THE Treasury department has 18 months to find a way to tax non-resident companies, according to Scrutiny review chairman Senator Jim Perchard.

As things stand under the 'zero-ten' system, shareholders of Jersey firms will pay tax on company profit as if it was personal income, but non-resident shareholders of non-Jersey firms will pay no tax at all.

Senator Perchard said that would give 'foreign' firms an unfair advantage and was 'morally indefensible'.

He says that Treasury Minister Terry Le Sueur has to come up with a way to tax non-local firms, or Jersey-owned companies will just transfer ownership overseas and pay no tax at all.

Finance companies will pay a fixed ten per cent under the 'zero-ten' proposals, but Senator Perchard said that some of the revenue from non-finance firms was under threat, because they could shift ownership out of Jersey and pay nothing.

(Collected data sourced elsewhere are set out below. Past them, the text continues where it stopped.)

"""Files made to hurt end in a clear error, or in an answer that tells what was left out.

Time and memory are measured in tests/prove/bills_hostile.py; here they are only kept from
running away.
"""

from __future__ import annotations

from pathlib import Path

import pytest

from normalize.bills.read import read_bills
from normalize.errors import NormalizeError
from tests.bills.hostile import MAKERS, READABLE, SLOW


@pytest.mark.parametrize("name", [n for n in MAKERS if n not in SLOW])
def test_hostile_file(name: str, tmp_path: Path) -> None:
    file = tmp_path / "bills.csv"
    MAKERS[name](file)
    if name in READABLE:
        bills = read_bills(file)
        assert bills.periods.n
        assert all(abs(u) < 1e9 for u in bills.periods.use.tolist())
        return
    with pytest.raises(NormalizeError) as said:
        read_bills(file)
    text = str(said.value)
    assert text.startswith("bills.csv")
    assert len(text) < 800
    assert text.isprintable()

This is fascinating stuff. Firstly, Jersey thinks there's morality in taxation. Second they don't like ring fences that can be exploited at cost to Jersey. Third they don't like people going offshore to avoid (let alone evade) tax. .

I happen to agree on all these things. But given that Jersey has consistently denied there is any morality to tax, that ring fences are fine (the whole Jersey economy having been built on them) and that facilitating non payment of tax is the whole basis for structuring your financial services sector all this is a touch ironic.

The reality is that the clock is ticking for Jersey. They know they're going bust within a few years because they have no clue how to fix their upcoming tax gap. So now they are panicking, And they can see that the writing is on the wall ethically and financially for their tax haven. It's only time before the financial services industry begins to leave the sinking ship.